There are many advantages to growing your own food. Homegrown food is both healthy and delightful. Freshly picked vegetables have an unmatched aroma, crispness, and sweetness. When you cultivate your own produce, you eliminate the need for packaging and pesticides while contributing to increased local food supply.

What should you choose to grow?

For beginners, it’s wise to start with a few varieties. Some good basic categories include leafy greens, herbs, root vegetables, onions, cabbage, legumes, tomatoes, and cucurbits.

When you grow your own, you’ll discover varieties that are not commonly found in stores. Maybe you want to plant carrots but opt for a white or purple variety? Or you can complement your herb garden with purple basil? It’s worth exploring among the seeds to find something new and exciting.

Once you get started, a tip is to try at least one new plant each year. Perhaps baby corn, eggplant, or Asian leafy greens? Soon, you’ll find yourself with seventeen types of tomatoes and a smile on your face, ready to learn how to graft mushroom spores onto logs.

Extend the growing season

  • Plan your kitchen garden with harvest in mind. Crops that develop quickly can be sown in multiple rounds, such as scallions, sugar snap peas, radishes, and leafy greens. So, sow both early and late varieties. “Thinning harvests” work well, meaning you can pick small beets, parsnips, and other vegetables to make room for the rest of the plants.
  • With the help of a cold frame or greenhouse, you can sow earlier in the spring and harvest later in the fall. In late summer, it’s time to sow frost-tolerant crops like winter lettuce and Asian leafy greens. Some can withstand several degrees below freezing and provide harvest long after the rest of the garden has gone into winter dormancy.
  • By sowing vegetables for next year’s harvest in the late fall and winter, the seeds get a head start in the spring. Consider spinach, lettuce, carrots, parsnips, or cabbage, for example.

Grow Edibles Indoors

There’s nothing more convenient than picking food directly from your windowsill.
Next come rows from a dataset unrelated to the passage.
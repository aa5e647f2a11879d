//! Edges drawn along one shape. Street data often draws a two-way street as two one-way
//! records, one each way, over the same line, and sometimes repeats a line with another cost.
//! A point on such a shape lies on every edge drawn along it: travel from it may leave by any
//! of them. So every point attached to a shape is placed on the shape's lowest-numbered edge
//! (its *representative*), and travel part-way along the shape costs the cheapest of its
//! edges in each direction.
//!
//! Invariant: `of[e] = (r, reversed)` with `r <= e`, `of[r] = (r, false)`; edges `e` and `r`
//! join the same two nodes and their shapes are equal point for point (`reversed`: equal
//! read backwards). `along[r]` is the least cost over the shape's edges in `r`'s drawn
//! direction, then against it.

use super::graph::{Shapes, TravelGraph};

/// The edges that share a shape, and the cheapest costs along each shape.
#[derive(Debug, Clone, Default)]
pub(crate) struct Twins {
    /// Per edge: its shape's representative and whether the edge is drawn the other way.
    /// Empty when no two edges share a shape.
    of: Vec<(u32, bool)>,
    /// Per edge: the least cost forward and backward (in the edge's own direction) over the
    /// edges of its shape. Empty with `of`.
    along: Vec<(f64, f64)>,
}

impl Twins {
    /// The shapes shared by more than one edge of `graph` (edges joining the same two nodes
    /// with equal shapes). Loops are left alone: a loop drawn twice is rare, and which of
    /// its two readings another loop repeats is not decided by its ends.
    pub(crate) fn find(graph: &TravelGraph) -> Twins {
        let m = graph.edge_count();
        if matches!(graph.shapes, Shapes::None) || m < 2 {
            return Twins::default();
        }
        // Edges by their pair of end nodes, then number: candidates sit next to each other.
        let pair = |e: usize| {
            let (a, b) = (graph.tail[e], graph.head[e]);
            (a.min(b), a.max(b))
        };
        let mut order: Vec<u32> = (0..m as u32).filter(|&e| graph.tail[e as usize] != graph.head[e as usize]).collect();
        order.sort_unstable_by_key(|&e| (pair(e as usize), e));
        let mut of: Vec<(u32, bool)> = (0..m as u32).map(|e| (e, false)).collect();
        let mut shared = false;
        let mut start = 0;
        while start < order.len() {
            let mut end = start + 1;
            while end < order.len() && pair(order[end] as usize) == pair(order[start] as usize) {
                end += 1;
            }
            // Within one pair of nodes: each edge joins the first earlier edge of equal shape.
            for k in start + 1..end {
                let e = order[k] as usize;
                let line = graph.line(e).expect("graph has shapes");
                let line = line.points();
                for &r in &order[start..k] {
                    let r = r as usize;
                    if of[r].0 as usize != r {
                        continue;
                    }
                    let other = graph.line(r).expect("graph has shapes");
                    let other = other.points();
                    let reversed = graph.tail[e] != graph.tail[r];
                    let equal = line.len() == other.len()
                        && if reversed { line.iter().eq(other.iter().rev()) } else { line == other };
                    if equal {
                        of[e] = (r as u32, reversed);
                        shared = true;
                        break;
                    }
                }
            }
            start = end;
        }
        if !shared {
            return Twins::default();
        }
        let mut along: Vec<(f64, f64)> = (0..m).map(|e| (graph.forward[e], graph.backward[e])).collect();
        for (e, &(r, reversed)) in of.iter().enumerate() {
            let r = r as usize;
            if r != e {
                let (f, b) = if reversed {
                    (graph.backward[e], graph.forward[e])
                } else {
                    (graph.forward[e], graph.backward[e])
                };
                along[r] = (along[r].0.min(f), along[r].1.min(b));
            }
        }
        for (e, &(r, reversed)) in of.iter().enumerate() {
            let (f, b) = along[r as usize];
            along[e] = if reversed { (b, f) } else { (f, b) };
        }
        Twins { of, along }
    }

    /// Bytes held: 24 per edge when some shape is shared, else none.
    pub(crate) fn memory_bytes(&self) -> usize {
        self.of.len() * 8 + self.along.len() * 16
    }
}

impl TravelGraph {
    /// The representative edge of `e`'s shape and whether `e` is drawn the other way
    /// (`(e, false)` for an edge whose shape no other edge shares).
    pub(crate) fn shape_edge(&self, e: u32) -> (u32, bool) {
        self.twins.of.get(e as usize).copied().unwrap_or((e, false))
    }

    /// The cost of the whole of edge `e`'s shape forward and backward (in `e`'s drawn
    /// direction) over the edges drawn along it; `f64::INFINITY` where none may be
    /// travelled that way. Travel part-way along an edge costs a share of these.
    pub(crate) fn along_costs(&self, e: usize) -> (f64, f64) {
        match self.twins.along.get(e) {
            Some(&c) => c,
            None => (self.forward[e], self.backward[e]),
        }
    }
}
Surprisingly, you can harvest a significant amount of food from an indoor garden. A bonus is that your kitchen becomes an even more pleasant place when it’s green and thriving in every corner.

Microgreens like watercress, lettuce, and kale thrive on the windowsill. Herbs add a lot of flavor and nutrients. And a couple of garlic cloves in a pot produce aromatic greens to freshen up your meals.

Cucumbers are another kitchen plant worth trying indoors. We sow them on the windowsill in January and start harvesting in April. With additional lighting, the plants thrive even more.

Shoots and sprouts are delicious vitamin-packed additions to your diet. They just need some light at the end of their growth period. Some easy-to-grow shoots include sunflower, amaranth, buckwheat, and peas. Favorite sprouts include mung beans, lentils, broccoli, radish, and alfalfa.

Preserve Your Harvest

Store in a cool place

Fill your freezer with blanched vegetables, parsley, dill, and basil. Potatoes, root vegetables, onions, and cabbage can be stored in a cool cellar. Winter squash, with its compact flesh and hard skin, often lasts for several months. Many root vegetables can stay in the ground over winter until the frost subsides. Jerusalem artichokes, parsnips, and carrots hold up well, especially if you cover the soil surface with leaves or straw.

Dry

Beans and peas are easy to dry, as are tomatoes and herbs. Zucchini and kale make delicious chips. And dried apple rings are wonderfully tasty, especially with a generous dose of cinnamon.

Preserve, Juice & Ferment

Juices, preserves, and marmalades look beautiful lined up in jars and bottles in the pantry. Feel free to experiment with flavor additions like chili or ginger.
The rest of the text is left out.